Welcome to the boards.  I wouldnt worry too much about over feeding.  Usually when they go on an eating binge its because they are going to molt soon or are gravid.  Although I do find it odd that it could eat 10 crickets in an hour.  Mine usually take about 30min to an hour to eat a cricket.  About how big is your scorp?  I dont suggest dusting your crickets with anything.  Im not sure its even good for them.  I use flukers gut load that I feed to my crickets before I offer them to my scorps.


----------



## MikeOLogical (Oct 5, 2005)

its about 3-4 inches long not including the tail... i suspect he may be a she and she may be gravid, because the tail is fat and the membranes between the body plates look to be stretched somewhat... i picked the biggest fattest one at the show, hoping to get a pregnant female...

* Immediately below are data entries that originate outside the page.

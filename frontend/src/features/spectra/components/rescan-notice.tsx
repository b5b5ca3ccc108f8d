import { Link } from 'react-router-dom';
import { Button, buttonClass } from '@/components/ui/button';
import { ErrorNotice, Notice } from '@/components/ui/notice';
import { formatCount, formatGridStep } from '@/lib/format';
import { useQueueRescan, useScanStatus } from '../api/scan-status';

/**
 * Offers a re-scan when scans no longer match the campaign: its redshift range or scan grid
 * changed, or the engine did. Earlier results are kept; the new ones become current.
 */
export function RescanNotice({ campaignId, isLead }: { campaignId: number; isLead: boolean }) {
  const status = useScanStatus(campaignId);
  const rescan = useQueueRescan(campaignId);
  if (!status.data || status.data.stale === 0) return null;
  const s = status.data;
  const n = formatCount(s.stale);
  return (
    <Notice tone="warning" role="status" title="Scans out of date">
      <p>
        <span className="num">{n}</span> of <span className="num">{formatCount(s.spectra)}</span> spectra were scanned with another
        redshift range, scan grid or engine version than the campaign now uses (<span className="num">{s.zMin} ≤ z ≤ {s.zMax}</span>,{' '}
        {formatGridStep(s.gridStep)}, {s.engineVersion}).
      </p>
      {isLead ? (
        <div className="mt-2 flex flex-wrap items-center gap-2">
          {rescan.data ? (
            <Link to={`/campaigns/${campaignId}/upload?job=${rescan.data.jobId}`} className={buttonClass('secondary', 'sm')}>
              Follow the re-scan of {formatCount(rescan.data.spectra)} spectra
            </Link>
          ) : (
            <Button size="sm" pending={rescan.isPending} pendingLabel="Queueing…" onClick={() => rescan.mutate()}>
              Re-scan {n} spectra
            </Button>
          )}
        </div>
      ) : null}
      {rescan.isError ? <ErrorNotice error={rescan.error} /> : null}
    </Notice>
  );
}
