import type { SpectrumRow } from '@contracts/ingest';
import { useId, useState } from 'react';
import { Button } from '@/components/ui/button';
import { controlClass } from '@/components/ui/field';
import { errorMessage } from '@/components/ui/notice';

export interface LinkOption {
  id: number;
  catalogueId: string;
}

interface Props {
  spectrum: SpectrumRow;
  options: LinkOption[];
  onLink: (spectrumId: number, targetId: number) => Promise<unknown>;
}

/** A lead's manual link for a spectrum that no rule could match to a target. */
export function LinkTargetCell({ spectrum, options, onLink }: Props) {
  const id = useId();
  const [open, setOpen] = useState(false);
  const [targetId, setTargetId] = useState('');
  const [pending, setPending] = useState(false);
  const [error, setError] = useState<unknown>(null);

  if (options.length === 0) return <span className="text-sm text-ink-500">no targets yet</span>;
  if (!open) {
    return (
      <Button variant="secondary" size="sm" aria-label={`Link ${spectrum.fileName} to target`} onClick={() => setOpen(true)}>
        Link to target
      </Button>
    );
  }

  const submit = () => {
    if (!targetId) return;
    setPending(true);
    setError(null);
    onLink(spectrum.id, Number(targetId))
      .catch((e: unknown) => setError(e))
      .finally(() => setPending(false));
  };

  return (
    <div className="flex flex-col gap-1">
      <div className="flex items-center gap-1">
        <label htmlFor={id} className="sr-only">
          Target for {spectrum.fileName}
        </label>
        {/* Opening the select moves focus into it, so a keyboard user continues where they pressed. */}
        <select id={id} autoFocus value={targetId} onChange={(e) => setTargetId(e.target.value)} className={`${controlClass} num w-40 py-0.5 text-sm`}>
          <option value="">Choose a target…</option>
          {options.map((t) => (
            <option key={t.id} value={t.id}>
              {t.catalogueId}
            </option>
          ))}
        </select>
        <Button size="sm" disabled={!targetId} pending={pending} pendingLabel="Linking…" onClick={submit}>
          Link
        </Button>
        <Button variant="quiet" size="sm" disabled={pending} onClick={() => setOpen(false)}>
          Cancel
        </Button>
      </div>
      {error ? (
        <p role="alert" className="text-sm text-danger-700">
          {errorMessage(error)}
        </p>
      ) : null}
    </div>
  );
}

oh, and that hour was probably more like 3 hours, i dozed off watching her hunt...


----------



## Predator (Oct 5, 2005)

Well than its definately a mature adult.  Could very well be a gravid female.  The tail will not change size if its gravid or fat.  If you have time post a picture of her.  Im curious to what you mean by the tail being fat.  Emperor scorpions really dont have a fat tail.


----------



## MikeOLogical (Oct 5, 2005)

the tail was fat compared to the tails on the other emperors they had for sale... the area of membrane on the sides of the tail is much thicker than the shell part... i'll post a pic tomorrow...


----------



## MikeOLogical (Oct 5, 2005)

well i found 4 of those crickets under the water dish this morning, so she didn't eat the whole dozen... she went into her hide after eating all them, and hasn't come out since... i'm guessing she may be moulting... i don't want to disturb her, so the pic will have to wait til she's up and about...


----------



## Predator (Oct 5, 2005)

If shes as large as you say then shes not going to be molting again.  It may take a little while before she starts to come out often.  She still has to get settled in and feel safe and secure.


----------



## fiveohatch (Oct 5, 2005)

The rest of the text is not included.